Supplied data Start Marker

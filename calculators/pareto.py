"""The non-dominated (Pareto) front of a set of points, vectorised with numpy.

Every objective is **minimised** (negate a column to maximise it). Point ``p`` dominates point ``q``
when ``p`` is no worse in every objective and strictly better in at least one. The front is the set of
points that no other point dominates; equal points do not dominate each other, so duplicates of a
front point are all on the front.

Algorithms (all exact):

* one objective: every point equal to the minimum;
* two objectives: a staircase prefilter in O(n) (bin the first objective; a point whose second
  objective is no better than the best one in a strictly lower bin is dominated), then one sort of
  the survivors by the first objective and a running minimum of the second — O(n log n) at worst;
* three or more: equal points are merged first (one sort), so ties cost nothing however many
  there are; then the distinct points are taken in order of the sum of their min-max normalised
  values (ties by the values themselves), a block at a time. A point can be dominated only by a
  point before it in that order, so the survivors of a block's dominance checks among themselves
  are front points for certain; each new front point then removes every later point it dominates.
  Cost: one sort, plus about n·h·k comparisons for a front of h distinct points, and the front
  only grows, so a ``max_rows`` limit stops the work as soon as the front passes it. (Kung, Luccio
  & Preparata, "On finding the maxima of a set of vectors", J. ACM 22(4), 1975, give an
  O(n log n) sweep for three objectives; it is sequential and slow in pure Python.)

Every function takes ``max_rows`` (raise :class:`FrontLimitReached` as soon as more points than
that are known to be on the front, duplicates counted) and ``check`` (called between blocks of
work, e.g. to raise when a request's deadline has passed).

Example::

    >>> non_dominated([[1, 4], [2, 2], [3, 3], [2, 2], [4, 1]]).tolist()
    [True, True, False, True, True]
"""

from __future__ import annotations

from collections.abc import Callable, Sequence

import numpy as np
from numpy.typing import ArrayLike

#: Below this many points the two-objective staircase prefilter is not worth its passes.
PREFILTER_ABOVE = 4096

#: Largest number of booleans one block of dominance checks may hold (k of them at a time).
_BLOCK_ELEMENTS = 1 << 22

#: Distinct points taken at a time in the n-dimensional sweep (their checks among themselves).
_BLOCK = 256

#: A block that adds at most this many front points prunes the points after it with them.
_PRUNE_WITH = 32


class FrontLimitReached(ValueError):
    """More than ``limit`` points are on the front; found before the front was computed whole."""

    def __init__(self, at_least: int, limit: int):
        super().__init__(f"at least {at_least:,} points are on the front, more than {limit:,}")
        self.at_least = at_least
        self.limit = limit


Check = Callable[[], None]


def non_dominated(
    points: ArrayLike, *, prefilter_above: int = PREFILTER_ABOVE, max_rows: int | None = None,
    check: Check | None = None,
) -> np.ndarray:
    """Boolean mask of the points on the front of ``points`` (shape ``(n, k)``, all minimised).

    Values must be finite; ``prefilter_above`` only tunes speed (the answer never depends on it).
    """
    array = np.asarray(points, dtype=np.float64)
    if array.ndim != 2:
        raise ValueError(f"points must have shape (n, k), got {array.shape}")
    return non_dominated_columns([array[:, i] for i in range(array.shape[1])],
                                 prefilter_above=prefilter_above, max_rows=max_rows, check=check)


def non_dominated_columns(
    columns: Sequence[np.ndarray], *, prefilter_above: int = PREFILTER_ABOVE,
    max_rows: int | None = None, check: Check | None = None,
) -> np.ndarray:
    """As :func:`non_dominated`, with the objectives given as ``k`` 1-D arrays of equal length."""
    cols = [np.asarray(c, dtype=np.float64) for c in columns]
    if not cols:
        raise ValueError("give at least one objective")
    n = cols[0].shape[0]
    for c in cols:
        if c.ndim != 1 or c.shape[0] != n:
            raise ValueError("every objective column must be 1-D and of the same length")
        if not np.isfinite(c).all():
            raise ValueError("objective values must be finite (drop NaN and infinite rows first)")
    return front_of(cols, prefilter_above, max_rows=max_rows, check=check)


def front_of(
    cols: list[np.ndarray], prefilter_above: int = PREFILTER_ABOVE, *, max_rows: int | None = None,
    check: Check | None = None,
) -> np.ndarray:
    """:func:`non_dominated_columns` without input checks: float64 1-D finite columns."""
    n = cols[0].shape[0]
    if n == 0:
        return np.zeros(0, dtype=bool)
    if len(cols) > 2:
        return _front_nd(cols, max_rows, check or _no_check)
    mask = cols[0] == cols[0].min() if len(cols) == 1 else _front_2d(cols[0], cols[1], prefilter_above)
    if max_rows is not None and (count := int(np.count_nonzero(mask))) > max_rows:
        raise FrontLimitReached(count, max_rows)
    return mask


def _no_check() -> None:
    pass


def _front_2d(x: np.ndarray, y: np.ndarray, prefilter_above: int) -> np.ndarray:
    n = x.shape[0]
    candidates = _staircase_survivors(x, y) if n > prefilter_above else np.arange(n)
    xs, ys = x[candidates], y[candidates]
    order = np.argsort(xs)
    sx, sy = xs[order], ys[order]
    # Runs of equal x: inside a run only the smallest y survives (a larger y is dominated by it);
    # across runs a point survives when its y beats every y of every strictly smaller x.
    starts = np.flatnonzero(np.concatenate(([True], sx[1:] != sx[:-1])))
    run_min = np.minimum.reduceat(sy, starts)
    best_before = np.concatenate(([np.inf], np.minimum.accumulate(run_min)[:-1]))
    run_of = np.repeat(np.arange(starts.size), np.diff(np.append(starts, sx.size)))
    on_front = (sy == run_min[run_of]) & (sy < best_before[run_of])
    mask = np.zeros(n, dtype=bool)
    mask[candidates[order[on_front]]] = True
    return mask


def _staircase_survivors(x: np.ndarray, y: np.ndarray) -> np.ndarray:
    """Indices of the points not dominated by any point in a strictly lower bin of ``x``.

    The bin index is a non-decreasing function of x (each float step is monotone), so a strictly
    lower bin means a strictly smaller x; with y no larger, that point dominates. Only dominated
    points are removed, so the exact pass that follows sees every front point.
    """
    lo, hi = x.min(), x.max()
    span = hi - lo
    if not (np.isfinite(span) and span > 0):
        return np.arange(x.shape[0])
    n_bins = int(min(4096, max(16, x.shape[0] // 64)))
    scaled = np.subtract(x, lo)
    scaled *= n_bins / span
    bins = scaled.astype(np.intp)
    del scaled
    np.minimum(bins, n_bins - 1, out=bins)
    bin_min = np.full(n_bins, np.inf)
    np.minimum.at(bin_min, bins, y)
    best_below = np.concatenate(([np.inf], np.minimum.accumulate(bin_min)[:-1]))
    return np.flatnonzero(y < np.take(best_below, bins))


def _front_nd(cols: list[np.ndarray], max_rows: int | None, check: Check) -> np.ndarray:
    points = np.stack(cols)  # (k, n): one contiguous row per objective
    n = points.shape[1]
    score = _score(points)
    # Prefilter: the strongest points (smallest scores, a partial selection) remove most of the
    # others at once; only the points no strong front point dominates go on.
    alive = np.arange(n)
    if n > 4 * _BLOCK:
        strong = np.argpartition(score, _BLOCK)[:_BLOCK]
        local = _front_nd(list(points[:, strong]), None, check)
        alive = np.flatnonzero(~_dominated(points[:, strong[local]], points, check))
    check()
    # Equal points share their fate: merge them (one lexicographic sort), count each group.
    kept = points[:, alive]
    order = np.lexsort(kept[::-1])
    ordered = kept[:, order]
    starts = np.concatenate(([True], (ordered[:, 1:] != ordered[:, :-1]).any(axis=0)))
    group = np.cumsum(starts) - 1  # group of each sorted point
    distinct = ordered[:, starts]
    counts = np.bincount(group)
    del ordered, kept
    on_front = _distinct_front(distinct, counts, max_rows, check)
    mask = np.zeros(n, dtype=bool)
    mask[alive[order]] = on_front[group]
    return mask


def _score(points: np.ndarray) -> np.ndarray:
    """Sum of min-max normalised values, added in objective order (the same operations for every
    point, so a point no worse everywhere never gets a larger score)."""
    score = np.zeros(points.shape[1])
    for row in points:
        lo, hi = row.min(), row.max()
        if hi > lo and np.isfinite(hi - lo):
            score += (row - lo) / (hi - lo)
    return score


def _distinct_front(points: np.ndarray, counts: np.ndarray, max_rows: int | None, check: Check) -> np.ndarray:
    """Front of distinct points ``(k, u)``; ``counts`` says how many input points each stands for."""
    u = points.shape[1]
    # A dominator is no worse everywhere, so its score is no larger, and when the scores tie it
    # comes first lexicographically: it always comes before what it dominates.
    order = np.lexsort((*points[::-1], _score(points)))
    remaining = order  # indices into points, in that order
    front = np.zeros(0, dtype=np.intp)
    on_front = np.zeros(u, dtype=bool)
    found = 0
    while remaining.size:
        check()
        block, remaining = remaining[:_BLOCK], remaining[_BLOCK:]
        inside = points[:, block]
        # Every possible dominator of a block point is on the front found so far or in the block.
        keep = ~_dominated(points[:, front], inside, check)
        block, inside = block[keep], inside[:, keep]
        new = block[~_dominated(inside, inside)]
        on_front[new] = True
        front = np.concatenate((front, new))
        found += int(counts[new].sum())
        if max_rows is not None and found > max_rows:
            raise FrontLimitReached(found, max_rows)
        if remaining.size and new.size <= _PRUNE_WITH:
            # A few new front points: let them remove what they dominate further on at once.
            remaining = remaining[~_dominated(points[:, new], points[:, remaining], check)]
    return on_front


def _dominated(a: np.ndarray, b: np.ndarray, check: Check = _no_check) -> np.ndarray:
    """For each point of ``b`` (k, m): does some point of ``a`` (k, p) dominate it?"""
    out = np.zeros(b.shape[1], dtype=bool)
    if a.shape[1] == 0 or b.shape[1] == 0:
        return out
    step = max(1, _BLOCK_ELEMENTS // a.shape[1])
    for start in range(0, b.shape[1], step):
        if start:
            check()
        q = b[:, start:start + step]
        no_worse = np.ones((a.shape[1], q.shape[1]), dtype=bool)
        better = np.zeros_like(no_worse)
        for ra, rq in zip(a, q):
            x, y = ra[:, None], rq[None, :]
            no_worse &= x <= y
            better |= x < y
        out[start:start + step] = (no_worse & better).any(axis=0)
    return out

Supplied data End Marker

Copy the lines above exactly, beginning at the line that has "lo, hi = row.min(), row.max()" and stopping after the line that has "np.ndarray, max_rows: int", and omit the rest.

        lo, hi = row.min(), row.max()
        if hi > lo and np.isfinite(hi - lo):
            score += (row - lo) / (hi - lo)
    return score


def _distinct_front(points: np.ndarray, counts: np.ndarray, max_rows: int | None, check: Check) -> np.ndarray:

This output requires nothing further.